[Saved entries]
────────────────────

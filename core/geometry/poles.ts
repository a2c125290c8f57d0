// Poles and size of an embryo: extremes of its outline along and across the principal axis.
import type { ImagePoint } from '../model';
import type { PrincipalAxis } from './principal-axis';

/** Both ends of the embryo on the principal axis line, and its length and width in px. */
export interface PoleExtent {
  /** End at the smallest projection along (ux, uy). */
  readonly first: ImagePoint;
  /** End at the largest projection along (ux, uy). */
  readonly second: ImagePoint;
  readonly lengthPx: number;
  readonly widthPx: number;
}

/**
 * Poles = points on the principal axis line (through the centroid) at the outline's extreme projections along it;
 * width = extent of the outline perpendicular to the axis. Outline vertices lie on the mask's half-level edge.
 */
export function polesFromOutline(outline: readonly ImagePoint[], axis: PrincipalAxis): PoleExtent {
  if (outline.length === 0) throw new Error('the outline is empty');
  const { centroid: c, ux, uy } = axis;
  const e = new Float64Array(4);
  extents(outline, c.x, c.y, ux, uy, e);
  const [tMin, tMax, sMin, sMax] = e;
  return {
    first: { x: c.x + tMin * ux, y: c.y + tMin * uy },
    second: { x: c.x + tMax * ux, y: c.y + tMax * uy },
    lengthPx: tMax - tMin,
    widthPx: sMax - sMin,
  };
}

/**
 * Smallest and largest projection of the points along (ux, uy) and across it, about (cx, cy), into
 * out = [tMin, tMax, sMin, sMax]. A loop of its own: see "Pixel loops in small functions" in DEVELOPERS.md.
 */
function extents(points: readonly ImagePoint[], cx: number, cy: number, ux: number, uy: number, out: Float64Array): void {
  let tMin = Infinity;
  let tMax = -Infinity;
  let sMin = Infinity;
  let sMax = -Infinity;
  for (const p of points) {
    const dx = p.x - cx;
    const dy = p.y - cy;
    const t = dx * ux + dy * uy;
    const s = dy * ux - dx * uy;
    if (t < tMin) tMin = t;
    if (t > tMax) tMax = t;
    if (s < sMin) sMin = s;
    if (s > sMax) sMax = s;
  }
  out[0] = tMin; out[1] = tMax; out[2] = sMin; out[3] = sMax;
}
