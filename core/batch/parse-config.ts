// Read a JSON settings file (same keys as AnalysisSettings, any subset) into validated overrides.
import { overridesFromJson, type SettingsOverrides } from '../settings';
import { BatchOptionError } from './option-error';

/** Parse settings JSON text; bad JSON or a bad setting gives a one-line message naming the file. */
export function parseConfigText(text: string, label: string): SettingsOverrides {
  let json: unknown;
  try {
    json = JSON.parse(text);
  } catch (e) {
    throw new BatchOptionError(`${label}: not valid JSON (${(e as Error).message.split('\n')[0]})`);
  }
  return overridesFromJson(json, label);
}
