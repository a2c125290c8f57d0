// Hand edits from a project file (axis, landmarks per file), as the batch applies them; the fit range in force for a
// file is core/settings' settingsInForce, and project files are read by core/settings' parseProjectText.
import type { FileEdits, ProjectDoc } from '../contract';
import { fileEditsAt } from '../settings';
import type { HandEdits } from '../model';

/** Default project file name looked for inside an input folder. */
export const PROJECT_FILE_NAME = 'eggline-project.json';

/** Normalise a relative path to forward slashes so project keys match on every platform. */
export function projectKey(relPath: string): string {
  return relPath.replace(/\\/g, '/').replace(/^\.\//, '');
}

/** The edits in force for one file at time point `tIndex` (default 0; the time point's own edits over the file's;
 *  null: the file's own alone): looked up by relative path, then by absolute path; null when none. */
export function editsForFile(doc: ProjectDoc | null, relPath: string, absPath?: string, tIndex: number | null = 0): FileEdits | null {
  return fileEditsAt(storedFileEdits(doc, relPath, absPath), tIndex);
}

/** A file's stored entry in the project, with its edits of single time points (`timePoints`): looked up by relative
 *  path, then by absolute path; undefined when none. */
export function storedFileEdits(doc: ProjectDoc | null, relPath: string, absPath?: string): FileEdits | undefined {
  if (!doc) return undefined;
  const files = doc.files;
  const key = projectKey(relPath);
  return Object.prototype.hasOwnProperty.call(files, key) ? files[key]
    : absPath !== undefined && Object.prototype.hasOwnProperty.call(files, absPath) ? files[absPath] : undefined;
}

/** The pipeline's hand edits from stored file edits (axis marked 'hand'); null when there is nothing to apply. */
export function toHandEdits(edits: FileEdits | null): HandEdits | null {
  if (!edits || (!edits.axis && (edits.landmarks?.length ?? 0) === 0)) return null;
  const axis = edits.axis ? { anterior: edits.axis.anterior, posterior: edits.axis.posterior, source: 'hand' as const } : null;
  return { axis, landmarks: edits.landmarks ?? [] };
}
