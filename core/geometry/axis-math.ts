// Position of points relative to an AP axis: the one implementation of axis math for the core and the window.
// Image coordinates: x = column, y = row (y down), pixel centres at integers.
import type { ApAxis, ImagePoint } from '../model';

/** Where a point lies relative to the axis: along it (x/EL, px, µm) and across it (signed, left of A→P positive). */
export interface AxisPosition {
  /** Fraction of the anterior→posterior distance (0 = anterior pole, 1 = posterior; may fall outside 0..1). */
  readonly xEl: number;
  readonly xPx: number;
  /** µm from the anterior pole along the axis; NaN when the pixel size is unknown. */
  readonly xUm: number;
  /** Signed distance from the axis line, px; positive = left of the direction anterior→posterior (image, y down). */
  readonly offAxisPx: number;
  /** Same as offAxisPx in µm; NaN when the pixel size is unknown. */
  readonly offAxisUm: number;
}

/** Distance between two image points in pixels. */
export function distancePx(a: ImagePoint, b: ImagePoint): number {
  return Math.hypot(b.x - a.x, b.y - a.y);
}

/** Axis length in pixels (anterior to posterior). */
export function axisLengthPx(axis: ApAxis): number {
  return distancePx(axis.anterior, axis.posterior);
}

/** Unit normal to the left of anterior→posterior (image coordinates, y down); (0, 0) for a zero-length axis. */
export function axisLeftNormal(axis: ApAxis): ImagePoint {
  const lengthPx = axisLengthPx(axis);
  if (lengthPx === 0) return { x: 0, y: 0 };
  // With y pointing down, the left of a walker heading (ux, uy) is (uy, −ux): heading +x, left is up (−y).
  return { x: (axis.posterior.y - axis.anterior.y) / lengthPx, y: -((axis.posterior.x - axis.anterior.x) / lengthPx) };
}

/** Unit vector from anterior to posterior, and the unit normal pointing to the left of it (image coordinates). */
export function axisFrame(axis: ApAxis): { ux: number; uy: number; nx: number; ny: number; lengthPx: number } {
  const lengthPx = axisLengthPx(axis);
  if (!(lengthPx > 0)) throw new Error('the AP axis has zero length (anterior and posterior are the same point)');
  const ux = (axis.posterior.x - axis.anterior.x) / lengthPx;
  const uy = (axis.posterior.y - axis.anterior.y) / lengthPx;
  return { ux, uy, nx: uy, ny: -ux, lengthPx };
}

/** Project an image point onto the AP axis: x/EL, distance from the anterior pole and signed off-axis distance. */
export function projectPointOntoAxis(point: ImagePoint, axis: ApAxis, pixelSizeUm: number | null): AxisPosition {
  const f = axisFrame(axis);
  const dx = point.x - axis.anterior.x;
  const dy = point.y - axis.anterior.y;
  const xPx = dx * f.ux + dy * f.uy;
  const offAxisPx = dx * f.nx + dy * f.ny;
  const um = pixelSizeUm !== null && pixelSizeUm > 0 ? pixelSizeUm : NaN;
  return { xEl: xPx / f.lengthPx, xPx, xUm: xPx * um, offAxisPx, offAxisUm: offAxisPx * um };
}

/** x/EL of the foot of the perpendicular from `point` (not clamped); 0 for a zero-length axis, for a pointer readout
 *  while a handle is dragged onto the other. */
export function axisFraction(axis: ApAxis, point: ImagePoint): number {
  return axisLengthPx(axis) > 0 ? projectPointOntoAxis(point, axis, null).xEl : 0;
}

/** The image point at fraction xEl along the axis and offAxisPx to its left (the anterior pole for a zero-length axis). */
export function pointOnAxis(axis: ApAxis, xEl: number, offAxisPx = 0): ImagePoint {
  const n = axisLeftNormal(axis);
  return {
    x: axis.anterior.x + xEl * (axis.posterior.x - axis.anterior.x) + offAxisPx * n.x,
    y: axis.anterior.y + xEl * (axis.posterior.y - axis.anterior.y) + offAxisPx * n.y,
  };
}
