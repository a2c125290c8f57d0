// The batch command's settings flags (raw strings) into overrides, through the settings table (core/settings).
import { settingSpec, settingsFromFlags, type SettingsFlags, type SettingsOverrides } from '../settings';
import { BatchOptionError } from './option-error';

export type { SettingsFlags, SettingsOverrides };

/** Validate every settings flag that was given and return the overrides (flags not given are absent). */
export function parseSettingsFlags(flags: SettingsFlags): SettingsOverrides {
  return settingsFromFlags(flags);
}

/** `--fit-range A,B` text → [a, b] with the fit range's rule from the settings table (other x/EL range flags reuse it). */
export function parseFitRange(text: string): [number, number] {
  const spec = settingSpec('fitRangeEl');
  const v = spec.fromText(text) as [number, number] | undefined;
  if (v === undefined) throw new BatchOptionError(`${spec.flag} must be ${spec.flagRule ?? spec.rule} (got "${text}")`);
  return v;
}
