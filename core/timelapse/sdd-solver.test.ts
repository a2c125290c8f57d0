import { describe, expect, it } from 'vitest';
import { defaultSddGrid, sddLambdaUm, sddSteadyState, sddValueAt, solveSdd } from './sdd-solver';
import type { SddModel } from './sdd-solver';

// Demo data: an invented gradient with λ = 100 µm and a degradation time of 600 s on a 1200 µm line.
const MODEL: SddModel = { diffusionUm2PerS: 100 ** 2 / 600, degradationPerS: 1 / 600, sourceFlux: 1, lengthUm: 1200 };

describe('solveSdd', () => {
  it('reaches the closed-form steady state (jλ/D)·cosh((L−x)/λ)/sinh(L/λ)', () => {
    // Source: the steady-state equation D·C'' = k·C with −D·C'(0) = j and C'(L) = 0, solved in closed form
    // (standard linear ODE; e.g. Crank, The Mathematics of Diffusion, 1975 — from memory).
    const sol = solveSdd(MODEL, [30 * 600]);
    for (const xUm of [0, 50, 100, 250, 600, 1200]) {
      // Second-order differences in x: the discrete decay rate is off by ≈ h²/(24λ²), 1e-4 per λ at h = λ/20.
      expect(Math.abs(sddValueAt(sol, 0, xUm) / sddSteadyState(MODEL, xUm) - 1)).toBeLessThan(2e-3);
    }
  });

  it('keeps the total amount on dM/dt = j − k·M, so M(t) = (j/k)(1 − e^{−kt})', () => {
    // Source: integrating the equation over [0, L] (flux j in at x = 0, none out at x = L) — derived, exact.
    const times = [60, 300, 600, 1800];
    const sol = solveSdd(MODEL, times);
    const h = sol.xUm[1] - sol.xUm[0];
    times.forEach((t, m) => {
      const c = sol.concentration[m];
      let amount = (c[0] + c[c.length - 1]) * h / 2;
      for (let i = 1; i < c.length - 1; i++) amount += c[i] * h;
      const exact = (MODEL.sourceFlux / MODEL.degradationPerS) * (1 - Math.exp(-MODEL.degradationPerS * t));
      // The implicit Euler start steps are first order in time: ≈ 1e-4 at one minute, far less later.
      expect(Math.abs(amount / exact - 1)).toBeLessThan(3e-4);
    });
  });

  it('gives C(0, t) = 2j·√(t/(πD)) at early times when degradation is negligible', () => {
    // Source: constant flux into a half-space, surface value 2F√(t/(πD)) (Carslaw & Jaeger, Conduction of Heat in
    // Solids, 2nd ed. 1959, §2.9 — from memory).
    const model: SddModel = { ...MODEL, degradationPerS: 1e-9 };
    const grid = { nodes: 1201, maxStepS: 0.5 };
    const sol = solveSdd(model, [100, 400], grid);
    [100, 400].forEach((t, m) => {
      const exact = 2 * model.sourceFlux * Math.sqrt(t / (Math.PI * model.diffusionUm2PerS));
      expect(sol.concentration[m][0] / exact - 1).toBeCloseTo(0, 2);
    });
  });

  it('returns zero at t = 0 and one row per requested time', () => {
    const sol = solveSdd(MODEL, [0, 0, 10]);
    expect(sol.concentration).toHaveLength(3);
    expect(Math.max(...sol.concentration[0])).toBe(0);
    expect(sol.concentration[2][0]).toBeGreaterThan(0);
  });

  it('derives λ and a grid of 20 nodes per λ', () => {
    expect(sddLambdaUm(MODEL)).toBeCloseTo(100, 10);
    expect(defaultSddGrid(MODEL)).toEqual({ nodes: 241, maxStepS: 3 });
  });

  it('rejects bad options with one-line messages', () => {
    expect(() => solveSdd({ ...MODEL, diffusionUm2PerS: 0 }, [1])).toThrow('solveSdd: diffusionUm2PerS must be a positive number, got 0');
    expect(() => solveSdd(MODEL, [5, 1])).toThrow('solveSdd: times must be finite, ≥ 0 and non-decreasing (time 1 is 1)');
    expect(() => solveSdd(MODEL, [1], { nodes: 2, maxStepS: 1 })).toThrow('solveSdd: nodes must be an integer ≥ 3, got 2');
  });
});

────────────────────

## [WHAT TO DO]
All lines above from the one containing "the file. */" to the one containing "export const PROJECT_FILE_NAME" must be repeated exactly, both lines included, and no others.

## [OUTPUT FOR THIS TASK]
/** Parse settings JSON text; bad JSON or a bad setting gives a one-line message naming the file. */
export function parseConfigText(text: string, label: string): SettingsOverrides {
  let json: unknown;
  try {
    json = JSON.parse(text);
  } catch (e) {
    throw new BatchOptionError(`${label}: not valid JSON (${(e as Error).message.split('\n')[0]})`);
  }
  return overridesFromJson(json, label);
}
repository a2c125290c8f57d0
// Hand edits from a project file (axis, landmarks per file), as the batch applies them; the fit range in force for a
// file is core/settings' settingsInForce, and project files are read by core/settings' parseProjectText.
import type { FileEdits, ProjectDoc } from '../contract';
import { fileEditsAt } from '../settings';
import type { HandEdits } from '../model';

/** Default project file name looked for inside an input folder. */
export const PROJECT_FILE_NAME = 'eggline-project.json';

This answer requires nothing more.